Anecdotal evidence often misleads, Campos responds. He notes that when CDC researchers examined 2,867 adolescents in the NHANES survey of 19881994, they identified just four that had type 2 diabetes. A more focused study in 2003 looked at 710 “grossly obese” boys and girls ages six to 18 in Italy. These kids were the heaviest of the heavy, and more than half had a family history (and thus an inherited risk) of diabetes. Yet only one of the 710 had type 2 diabetes.

Nevertheless, as many as 4 percent of U.S. adults might have diabetes because of their obesity–if fat is in fact the most important cause of the disease. “But it may be that type 2 diabetes causes fatness,” Campos argues. (Weight gain is a common side effect of many diabetes drugs.) “A third factor could cause both type 2 diabetes and fatness.” Or it could be some complex combination of all these, he speculates.

Large, long-term experiments are the best way to test causality, because they can alter just one variable (such as weight) while holding constant other factors that could confound the results. Obesity researchers have conducted few of these socalled randomized, controlled trials. “We don’t know what happens when you turn fat people into thin people,” Campos says. “That is not some oversight; there is no known way to do it”–except surgeries that carry serious risks and side effects.

“About 75 percent of American adults are trying to lose or maintain weight at any given time,” reports Ali H. Mokdad, chief of the CDC’s behavioral surveillance branch. A report in February 2005 by Marketdata Enterprises estimated that in 2004, 71 million Americans were actively dieting and that the nation spent about $46 billion on weight-loss products and services.

Dieting has been rampant for many years, and bariatric surgeries have soared in number from 36,700 in 2000 to roughly 140,000 in 2004, according to Marketdata. Yet when Flegal and others examined the CDC’s most recent follow-up survey in search of obese senior citizens who had dropped into a lower weight category, they found that just 6 percent of nonobese, older adults had been obese a decade earlier.

Campos argues that for many people, dieting is not merely ineffective but downright counterproductive. A large study of nurses by Harvard Medical School doctors reported in 2004 that 39 percent of the women had dropped weight only to regain it; those women later grew to be eight pounds heavier on average than women who did not lose weight.

Weight-loss advocates point to two trials that in 2001 showed a 58 percent reduction in the incidence of type 2 diabetes among people at high risk who ate better and exercised more. Participants lost little weight: an average of 2.7 kilograms after two years in one trial, 5.6 kilograms after three years in the other.

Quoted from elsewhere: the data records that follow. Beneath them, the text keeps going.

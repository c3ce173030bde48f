import { describe, expect, it } from 'vitest';
import { PAIR_MAX_RATIO, pairable, WindowThd, type WindowThdOut } from '../../lib/trend/window-thd.js';
import { harmonicSamples } from '../helpers/synth.js';

const FS = 10_000;
const F1 = 49.93; // off-nominal: the window is not a whole number of samples, so it is resampled
const RING = 1 << 13;
const CYCLES = 10;
const LENGTH_T = (CYCLES * FS) / F1;
/** DFT points of window-thd.ts: the fundamental's bin of a sine of peak A is (M/2)·A in magnitude. */
const M = 2048;

const U_TONES = [
	{ order: 1, rms: 230 },
	{ order: 3, rms: 4.6, phaseDeg: 40 },
	{ order: 5, rms: 11.5, phaseDeg: -75 },
	{ order: 7, rms: 6.9, phaseDeg: 120 },
];
const I_TONES = [
	{ order: 1, rms: 12, phaseDeg: -30 },
	{ order: 5, rms: 3.6, phaseDeg: 10 },
	{ order: 7, rms: 1.2, phaseDeg: 200 },
];
// closed form: THD = √Σ_{h≥2} V_h² / V_1 (every tone on a harmonic bin of the synchronised window)
const U_THD = (100 * Math.hypot(4.6, 11.5, 6.9)) / 230; // 6.16441 %
const I_THD = (100 * Math.hypot(3.6, 1.2)) / 12; // 31.6228 %
/** window-thd.ts accuracy statement: interpolation magnitude error < 0.003 % up to 0.1·fs (these tones reach 0.035·fs). */
const REL = 3e-5;
const near = (got: number, want: number) => expect(Math.abs(got - want)).toBeLessThan(REL * want);

/** First absolute sample index the rings hold: they hold samples HELD .. HELD + RING − 1, sample j at j & (RING − 1). */
const HELD = RING + 1000;

/** A ring buffer as the analyser keeps it, of `tones` scaled by `scale`. */
function ring(tones: typeof U_TONES, scale = 1): Float64Array {
	const x = harmonicSamples(
		tones.map((t) => ({ ...t, rms: t.rms * scale })),
		{ frequencyHz: F1, sampleRateHz: FS, samples: HELD + RING },
	);
	const r = new Float64Array(RING);
	for (let j = HELD; j < HELD + RING; j++) r[j & (RING - 1)] = x[j];
	return r;
}
const rmsOf = (tones: typeof U_TONES, scale = 1) => scale * Math.hypot(...tones.map((t) => t.rms));

function windowOf(rings: Float64Array[], startT: number, rms: number[], harmonics = false): WindowThdOut {
	const out: WindowThdOut = {
		thd: new Float64Array(rings.length),
		fundamentals: new Float64Array(2 * rings.length),
		harmonics: harmonics ? rings.map(() => new Float64Array(51)) : undefined,
	};
	new WindowThd(CYCLES).thdWindow(rings, RING - 1, startT, startT + LENGTH_T, FS, rms, out);
	return out;
}

// Window starts (absolute sample times): two lying in one run of the ring, and one whose taps wrap round
// the ring's end (at ring index 8192 − 1500.3, 2003 samples long).
const STARTS = [HELD + 123.4567, HELD + 3001.25, 2 * RING - 1500.3];

describe('WindowThd.thdWindow: two channels in one complex FFT, split by conjugate symmetry', () => {
	it('a 230 V mix and a 12 A mix sharing one FFT give their closed-form THDs 6.16441 % and 31.6228 %, and each order', () => {
		const rings = [ring(U_TONES), ring(I_TONES)];
		const rms = [rmsOf(U_TONES), rmsOf(I_TONES)];
		expect(pairable(rms[0], rms[1])).toBe(true);
		for (const s of STARTS) {
			const out = windowOf(rings, s, rms, true);
			near(out.thd[0], U_THD);
			near(out.thd[1], I_THD);
			// each order in % of the fundamental, closed form 100·V_h/V_1
			near(out.harmonics![0][5], (100 * 11.5) / 230);
			near(out.harmonics![1][5], 30);
			near(out.harmonics![1][7], 10);
			// an absent order holds no more than the interpolation error of the 30 % 5th
			expect(out.harmonics![1][3]).toBeLessThan(REL * 30);
		}
	});

	it('the split equals each channel alone through fft.js realTransform (thdPercent) to 1e-9: 6 channels (two pairs together, one pair alone), wrapped window included', () => {
		const scales = [1, 1, 1.01, 0.5, 0.98, 2];
		const tones = [U_TONES, I_TONES, U_TONES, I_TONES, U_TONES, I_TONES];
		const rings = tones.map((t, c) => ring(t, scales[c]));
		const rms = tones.map((t, c) => rmsOf(t, scales[c]));
		const alone = new WindowThd(CYCLES);
		for (const s of STARTS) {
			const out = windowOf(rings, s, rms);
			for (let c = 0; c < 6; c++) {
				const fund = new Float64Array(2);
				const thd = alone.thdPercent(rings[c], RING - 1, s, s + LENGTH_T, FS, undefined, fund);
				expect(Math.abs(out.thd[c] - thd) / thd).toBeLessThan(1e-9);
				expect(Math.abs(out.fundamentals![2 * c] - fund[0])).toBeLessThan(1e-9 * Math.hypot(fund[0], fund[1]));
				expect(Math.abs(out.fundamentals![2 * c + 1] - fund[1])).toBeLessThan(1e-9 * Math.hypot(fund[0], fund[1]));
			}
		}
	});

	it('the fundamental bin of a paired channel is −i·(M/2)·A·e^{iθ0} (closed form: DFT of A·sin(θ0 + 2πcm/M) at bin c)', () => {
		const rings = [ring(U_TONES), ring(I_TONES)];
		const out = windowOf(rings, STARTS[1], [rmsOf(U_TONES), rmsOf(I_TONES)]);
		const w = (2 * Math.PI * F1) / FS;
		[U_TONES, I_TONES].forEach((tones, c) => {
			const a = Math.SQRT2 * tones[0].rms;
			const theta0 = w * STARTS[1] + ((tones[0].phaseDeg ?? 0) * Math.PI) / 180;
			// −i·e^{iθ} = sin θ − i cos θ
			expect(Math.abs(out.fundamentals![2 * c] / ((M / 2) * a) - Math.sin(theta0))).toBeLessThan(REL);
			expect(Math.abs(out.fundamentals![2 * c + 1] / ((M / 2) * a) + Math.cos(theta0))).toBeLessThan(REL);
		});
	});

	it('a dead channel is not paired (THD NaN, as alone) and its neighbour keeps its closed-form THD', () => {
		const rings = [ring(U_TONES), new Float64Array(RING), ring(I_TONES)];
		const out = windowOf(rings, STARTS[0], [rmsOf(U_TONES), 0, rmsOf(I_TONES)]);
		expect(out.thd[1]).toBeNaN();
		near(out.thd[0], U_THD);
		near(out.thd[2], I_THD);
	});

	it('channels further apart than PAIR_MAX_RATIO (230 V beside a 10 mV signal) each go alone and keep their closed-form THDs', () => {
		const small = 1e-2 / rmsOf(I_TONES);
		expect(pairable(rmsOf(U_TONES), rmsOf(I_TONES, small))).toBe(false);
		const rings = [ring(U_TONES), ring(I_TONES, small)];
		const out = windowOf(rings, STARTS[2], [rmsOf(U_TONES), rmsOf(I_TONES, small)]);
		near(out.thd[0], U_THD);
		near(out.thd[1], I_THD);
	});

	it('pairable: finite, non-zero RMS within PAIR_MAX_RATIO of each other', () => {
		expect(pairable(230, 12)).toBe(true);
		expect(pairable(230, 230 / PAIR_MAX_RATIO)).toBe(true);
		expect(pairable(230, 230 / PAIR_MAX_RATIO / 1.01)).toBe(false);
		expect(pairable(230, 0)).toBe(false);
		expect(pairable(NaN, 230)).toBe(false);
		expect(pairable(230, Infinity)).toBe(false);
	});
});
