import { describe, expect, it } from 'vitest';
import { createTrendAnalyser, type TrendOptions, type TrendResult } from '../../lib/trend/index.js';
import { makeChannels, type ChannelSpec } from './signals.js';

// Rapid voltage changes: IEC 61000-4-30:2015 5.11 as secondary sources describe it (read in a secondary
// source; not in the shared reference notes): steady state = 100 Urms(1/2) values at 50 Hz within the threshold of their mean.
// Expected values are closed forms of the constructed steps.
const V3 = ['L1', 'L2', 'L3'].map((name) => ({ name, quantity: 'voltage' as const, unit: 'V' }));

function run(specs: ChannelSpec[], durationS: number, extra: Partial<TrendOptions> = {}): TrendResult {
	const xs = makeChannels(specs, { f0Hz: 50 }, 10_000, durationS);
	const a = createTrendAnalyser({
		sampleRateHz: 10_000,
		nominalHz: 50,
		declaredV: 230,
		channels: V3.slice(0, xs.length),
		...extra,
	});
	a.push(xs);
	return a.finish();
}

describe('rapid voltage changes (option rvc)', () => {
	it('a step 230 V -> 220.8 V (−4 %) at a zero crossing with a 3 % threshold is one RVC at 2.00 s: ΔUmax = ΔUss = 9.2 V, transition within a cycle', () => {
		const r = run([{ rms: 230, phaseDeg: 0, steps: [{ fromS: 2, toS: 99, rms: 220.8 }] }], 4.5, {
			rvc: { thresholdPercent: 3 },
		});
		expect(r.events.map((e) => e.kind)).toEqual(['rvc']);
		const e = r.events[0];
		// Urms(1/2) windows 1.99-2.01 (half old, half new: 225.45 V, −1.98 %) stays within 3 %; 2.00-2.02 reads 220.8 V (−4 %).
		expect(e.startS).toBeCloseTo(2.0, 3);
		expect(e.durationS).toBeLessThanOrEqual(0.02);
		expect(Math.abs(e.deltaUmaxV! - 9.2)).toBeLessThanOrEqual(0.46); // closed form 230 − 220.8, class A ±0.2 % Udin
		expect(Math.abs(e.deltaUssV! - 9.2)).toBeLessThanOrEqual(0.46);
		expect(e.channels).toEqual(['L1']);
	});

	it('a change that crosses the dip threshold (230 V -> 200 V) is a dip, not an RVC', () => {
		const r = run([{ rms: 230, phaseDeg: 0, steps: [{ fromS: 2, toS: 99, rms: 200 }] }], 4.5, {
			rvc: { thresholdPercent: 3 },
		});
		expect(r.events.map((e) => e.kind)).toEqual(['dip']);
	});

	it('a 2 % step stays under a 3 % threshold; without the option no RVC is looked for', () => {
		expect(
			run([{ rms: 230, phaseDeg: 0, steps: [{ fromS: 2, toS: 99, rms: 225.4 }] }], 4.5, {
				rvc: { thresholdPercent: 3 },
			}).events,
		).toEqual([]);
		expect(run([{ rms: 230, phaseDeg: 0, steps: [{ fromS: 2, toS: 99, rms: 220.8 }] }], 4.5).events).toEqual([]);
	});

	it('on three phases, a step on L2 alone is an RVC on L2; a step back after 2 s is a second RVC', () => {
		const r = run(
			[
				{ rms: 230, phaseDeg: 0 },
				{ rms: 230, phaseDeg: -120, steps: [{ fromS: 1.5063, toS: 3.5063, rms: 239.2 }] },
				{ rms: 230, phaseDeg: 120 },
			],
			6,
			{ rvc: { thresholdPercent: 3 } },
		);
		expect(r.events.map((e) => e.kind)).toEqual(['rvc', 'rvc']);
		for (const [i, t] of [1.5063, 3.5063].entries()) {
			const e = r.events[i];
			expect(e.channels).toEqual(['L2']);
			expect(Math.abs(e.startS - t)).toBeLessThanOrEqual(0.01);
			expect(Math.abs(e.deltaUssV! - 9.2)).toBeLessThanOrEqual(0.46);
		}
	});

	it('rejects a hysteresis not below the threshold', () => {
		expect(() =>
			createTrendAnalyser({ sampleRateHz: 1000, channels: V3, rvc: { thresholdPercent: 3, hysteresisPercent: 3 } }),
		).toThrow(RangeError);
	});
});
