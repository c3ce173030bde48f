/**
 * createRecordingAnalyser: the parts of one recording through one trend analyser. Signals are closed-form
 * sines (signals.ts); expected times come from where the test cuts the samples.
 */
import { describe, expect, it } from 'vitest';
import { createRecordingAnalyser, RecordingMismatch } from '../../lib/trend/recording.js';
import type { TrendRow } from '../../lib/trend/types.js';
import { makeChannels } from './signals.js';

const FS = 3200;
const channels = [{ name: 'L1', quantity: 'voltage' as const, unit: 'V' }];
// 6 s of 230 V, 50 Hz; a dip to 115 V (50 %) from 2.0 s to 4.0 s
const [x] = makeChannels([{ rms: 230, phaseDeg: 0, steps: [{ fromS: 2, toS: 4, rms: 115 }] }], { f0Hz: 50 }, FS, 6);
const CLOCK = Date.UTC(2026, 4, 4, 8, 44, 21, 51) / 1000;
const part = (source: string, clockStartS?: number) => ({ source, sampleRateHz: FS, channels, clockStartS });
const opts = { declaredV: 230, nominalHz: 50 as const, thd: false, flicker: false };

describe('createRecordingAnalyser', () => {
	it('parts without start times follow one another: the rows equal those of one push of all the samples', () => {
		const whole = createRecordingAnalyser({ ...opts, placement: 'sequence' });
		whole.beginPart(part('all'));
		whole.push([x]);
		const a = whole.finish();
		const cut = createRecordingAnalyser({ ...opts, placement: 'sequence' });
		for (const [k, [from, to]] of [
			[0, 7001],
			[7001, 9600],
			[9600, x.length],
		].entries()) {
			cut.beginPart(part(`p${k}`));
			cut.push([x.subarray(from, to)]);
		}
		const b = cut.finish();
		expect(b.cycles10).toEqual(a.cycles10);
		expect(b.events).toEqual(a.events);
		expect(b.parts.map((p) => p.startS)).toEqual([0, 7001 / FS, 9600 / FS]);
	});

	it('a gap at 3 s (1 s long) ends the dip in progress there (ended false, 1 s long) and no row spans the gap', () => {
		const rows: TrendRow[] = [];
		const r = createRecordingAnalyser({ ...opts, placement: 'clock', onRow: (row) => rows.push(row) });
		r.beginPart(part('a', CLOCK));
		r.push([x.subarray(0, 3 * FS)]);
		r.beginPart(part('b', CLOCK + 4));
		r.push([x.subarray(4 * FS)]);
		const res = r.finish();
		expect(res.gaps).toEqual([{ startS: 3, durationS: expect.closeTo(1, 9), after: 'a', before: 'b' }]);
		const dip = res.events.find((e) => e.kind === 'dip')!;
		// stamped at the start of the Urms(1/2) window that began it: within one cycle of 2.0 s
		expect(Math.abs(dip.startS - 2)).toBeLessThanOrEqual(0.02);
		expect(dip.ended).toBe(false);
		expect(dip.startS + dip.durationS).toBeCloseTo(3, 9);
		expect(res.diagnostics.map((d) => d.code)).toContain('event-cut-by-gap');
		for (const row of [...res.cycles10, ...res.cycles150, ...res.min10, ...res.frequency])
			expect(row.startS + row.durationS <= 3 + 1e-9 || row.startS >= 4 - 1e-9).toBe(true);
		// rows streamed through onRow carry the recording's times too
		expect(rows.filter((w) => w.interval === '10/12-cycle').map((w) => w.startS)).toEqual(
			res.cycles10.map((w) => w.startS),
		);
		expect(res.durationS).toBeCloseTo(6, 9);
	});

	it('a part with another rate or other channels is a RecordingMismatch, and the recording goes on unchanged', () => {
		const r = createRecordingAnalyser({ ...opts, placement: 'sequence' });
		r.beginPart(part('a'));
		r.push([x.subarray(0, 2 * FS)]);
		expect(() => r.beginPart({ ...part('b'), sampleRateHz: 6400 })).toThrow(RecordingMismatch);
		expect(() => r.beginPart({ ...part('c'), channels: [{ name: 'L2', quantity: 'voltage', unit: 'V' }] })).toThrow(
			/channels/,
		);
		r.beginPart(part('d'));
		r.push([x.subarray(2 * FS)]);
		const res = r.finish();
		expect(res.parts.map((p) => p.source)).toEqual(['a', 'd']);
		expect(res.durationS).toBeCloseTo(6, 9);
	});
});
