import { beforeAll, describe, expect, it } from 'vitest';
import FFT from 'fft.js';
import { WindowThd, type WindowThdOut } from '../../lib/trend/window-thd.js';
import { harmonicSamples } from '../helpers/synth.js';

const FS = 10_000;
const F1 = 49.93; // off-nominal: the window is not a whole number of samples, so it is resampled
const RING = 1 << 13;
const CYCLES = 10;
const LENGTH_T = (CYCLES * FS) / F1;
/** DFT points of window-thd.ts: the fundamental's bin of a sine of peak A is (M/2)·A in magnitude. */
const M = 2048;

const U_TONES = [
	{ order: 1, rms: 230 },
	{ order: 3, rms: 4.6, phaseDeg: 40 },
	{ order: 5, rms: 11.5, phaseDeg: -75 },
	{ order: 7, rms: 6.9, phaseDeg: 120 },
];
const I_TONES = [
	{ order: 1, rms: 12, phaseDeg: -30 },
	{ order: 5, rms: 3.6, phaseDeg: 10 },
	{ order: 7, rms: 1.2, phaseDeg: 200 },
];
// closed form: THD = √Σ_{h≥2} V_h² / V_1 (every tone on a harmonic bin of the synchronised window)
const U_THD = (100 * Math.hypot(4.6, 11.5, 6.9)) / 230; // 6.16441 %
const I_THD = (100 * Math.hypot(3.6, 1.2)) / 12; // 31.6228 %
/** window-thd.ts accuracy statement: interpolation magnitude error < 0.003 % up to 0.1·fs (these tones reach 0.035·fs). */
const REL = 3e-5;
const near = (got: number, want: number) => expect(Math.abs(got - want)).toBeLessThan(REL * want);

/** First absolute sample index the rings hold: they hold samples HELD .. HELD + RING − 1, sample j at j & (RING − 1). */
const HELD = RING + 1000;

/** A ring buffer as the analyser keeps it, of `tones` scaled by `scale`. */
function ring(tones: typeof U_TONES, scale = 1): Float64Array {
	const x = harmonicSamples(
		tones.map((t) => ({ ...t, rms: t.rms * scale })),
		{ frequencyHz: F1, sampleRateHz: FS, samples: HELD + RING },
	);
	const r = new Float64Array(RING);
	for (let j = HELD; j < HELD + RING; j++) r[j & (RING - 1)] = x[j];
	return r;
}
const rmsOf = (tones: typeof U_TONES, scale = 1) => scale * Math.hypot(...tones.map((t) => t.rms));

/** Whether the windows below resample in WebAssembly SIMD (each describe block sets it). */
let useSimd = true;

function windowOf(rings: Float64Array[], startT: number, harmonics = false): WindowThdOut {
	const out: WindowThdOut = {
		thd: new Float64Array(rings.length),
		fundamentals: new Float64Array(2 * rings.length),
		harmonics: harmonics ? rings.map(() => new Float64Array(51)) : undefined,
	};
	new WindowThd(CYCLES, useSimd).thdWindow(rings, RING - 1, startT, startT + LENGTH_T, FS, out);
	return out;
}

// Window starts (absolute sample times): two lying in one run of the ring, and one whose taps wrap round
// the ring's end (at ring index 8192 − 1500.3, 2003 samples long).
const STARTS = [HELD + 123.4567, HELD + 3001.25, 2 * RING - 1500.3];

/** THDS in % by IEC 61000-4-7's subgroups from a DFT (re, im interleaved) of a window of `cycles` cycles, orders 2 … hMax. */
function thdFromBins(x: Float64Array, cycles: number, hMax: number): number {
	const p = (k: number) => x[2 * k] ** 2 + x[2 * k + 1] ** 2;
	const g = (h: number) => p(cycles * h - 1) + p(cycles * h) + p(cycles * h + 1);
	let sum = 0;
	for (let h = 2; h <= hMax; h++) sum += g(h);
	return 100 * Math.sqrt(sum / g(1));
}

for (const simd of [true, false])
	describe(`WindowThd.thdWindow (${simd ? 'resampled in WebAssembly SIMD' : 'resampled by the JavaScript loops'}): every channel of a window in one placement, real DFTs as half-length complex ones`, () => {
		beforeAll(() => {
			useSimd = simd;
		});
		it('a 230 V mix and a 12 A mix give their closed-form THDs 6.16441 % and 31.6228 %, and each order, wrapped window included', () => {
			const rings = [ring(U_TONES), ring(I_TONES)];
			for (const s of STARTS) {
				const out = windowOf(rings, s, true);
				near(out.thd[0], U_THD);
				near(out.thd[1], I_THD);
				// each order in % of the fundamental, closed form 100·V_h/V_1
				near(out.harmonics![0][5], (100 * 11.5) / 230);
				near(out.harmonics![1][5], 30);
				near(out.harmonics![1][7], 10);
				// an absent order holds no more than the interpolation error of the 30 % 5th
				expect(out.harmonics![1][3]).toBeLessThan(REL * 30);
			}
		});

		it('equals fft.js realTransform of the same 2048 points to 1e-9: a cubic, which 8-point Lagrange interpolation reproduces exactly', () => {
			// x(t) = cubic in t: the interpolated points are the cubic's values at the points' places, which are
			// the window's M even steps with the fraction rounded to 1/1024 (window-thd.ts's weight table).
			const cubic = (t: number) => {
				const u = (t - 5000) / 2000;
				return 300 + 120 * u - 80 * u * u + 45 * u * u * u;
			};
			const r = new Float64Array(RING);
			for (let j = HELD; j < HELD + RING; j++) r[j & (RING - 1)] = cubic(j);
			for (const s of STARTS) {
				const x = new Float64Array(M);
				for (let m = 0; m < M; m++) {
					const t = s + (m * LENGTH_T) / M;
					const i = Math.floor(t);
					x[m] = cubic(i + Math.round((t - i) * 1024) / 1024);
				}
				const spectrum = new Float64Array(2 * M);
				new FFT(M).realTransform(spectrum, x);
				const hMax = 50; // 50 · 49.93 Hz < 5 kHz
				const want = thdFromBins(spectrum, CYCLES, hMax);
				const out = windowOf([r], s);
				expect(Math.abs(out.thd[0] - want) / want).toBeLessThan(1e-9);
				const f = Math.hypot(spectrum[2 * CYCLES], spectrum[2 * CYCLES + 1]);
				expect(Math.abs(out.fundamentals![0] - spectrum[2 * CYCLES])).toBeLessThan(1e-9 * f);
				expect(Math.abs(out.fundamentals![1] - spectrum[2 * CYCLES + 1])).toBeLessThan(1e-9 * f);
			}
		});

		it('seven channels (four resampled together, then two, then one) give each channel what it gives alone (thdPercent), wrapped window included', () => {
			const scales = [1, 1, 1.01, 0.5, 0.98, 2, 1.02];
			const tones = [U_TONES, I_TONES, U_TONES, I_TONES, U_TONES, I_TONES, U_TONES];
			const rings = tones.map((t, c) => ring(t, scales[c]));
			const alone = new WindowThd(CYCLES, useSimd);
			for (const s of STARTS) {
				const out = windowOf(rings, s);
				for (let c = 0; c < 7; c++) {
					const fund = new Float64Array(2);
					const thd = alone.thdPercent(rings[c], RING - 1, s, s + LENGTH_T, FS, undefined, fund);
					expect(Math.abs(out.thd[c] - thd) / thd).toBeLessThan(1e-12);
					expect(Math.abs(out.fundamentals![2 * c] - fund[0])).toBeLessThan(1e-12 * Math.hypot(fund[0], fund[1]));
					expect(Math.abs(out.fundamentals![2 * c + 1] - fund[1])).toBeLessThan(1e-12 * Math.hypot(fund[0], fund[1]));
					near(out.thd[c], c % 2 ? I_THD : U_THD);
				}
			}
		});

		it('the fundamental bin is −i·(M/2)·A·e^{iθ0} (closed form: DFT of A·sin(θ0 + 2πcm/M) at bin c)', () => {
			const rings = [ring(U_TONES), ring(I_TONES)];
			const out = windowOf(rings, STARTS[1]);
			const w = (2 * Math.PI * F1) / FS;
			[U_TONES, I_TONES].forEach((tones, c) => {
				const a = Math.SQRT2 * tones[0].rms;
				const theta0 = w * STARTS[1] + ((tones[0].phaseDeg ?? 0) * Math.PI) / 180;
				// −i·e^{iθ} = sin θ − i cos θ
				expect(Math.abs(out.fundamentals![2 * c] / ((M / 2) * a) - Math.sin(theta0))).toBeLessThan(REL);
				expect(Math.abs(out.fundamentals![2 * c + 1] / ((M / 2) * a) + Math.cos(theta0))).toBeLessThan(REL);
			});
		});

		it('a dead channel has no THD (NaN) and does not disturb its neighbours, 230 V beside 10 mV neither', () => {
			const small = 1e-2 / rmsOf(I_TONES);
			const rings = [ring(U_TONES), new Float64Array(RING), ring(I_TONES, small), ring(I_TONES)];
			const out = windowOf(rings, STARTS[0]);
			expect(out.thd[1]).toBeNaN();
			near(out.thd[0], U_THD);
			near(out.thd[2], I_THD);
			near(out.thd[3], I_THD);
		});
	});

“People often say that these trials proved that weight loss prevents diabetes. They did no such thing,” comments Steven N. Blair, an obesity researcher who heads the Cooper Institute in Dallas. Because the trials had no comparison group that simply ate a balanced diet and exercised without losing weight, they cannot rule out the possibility that the small drop in subjects’ weights was simply a side effect. Indeed, one of the trial groups published a follow-up study in January 2005 that concluded that “at least 2.5 hours per week of walking for exercise during follow-up seemed to decrease the risk of diabetes by 63 to 69 percent, largely independent of dietary factors and BMI.”

“H. L. Mencken once said that for every complex problem there is a simple solution–and it’s wrong,” Blair muses. “We have got to stop shouting from the rooftops that obesity is bad for you and that fat people are evil and weak-willed and that the world would be lovely if we all lost weight. We need to take a much more comprehensive view. But I dont see much evidence that that is happening.”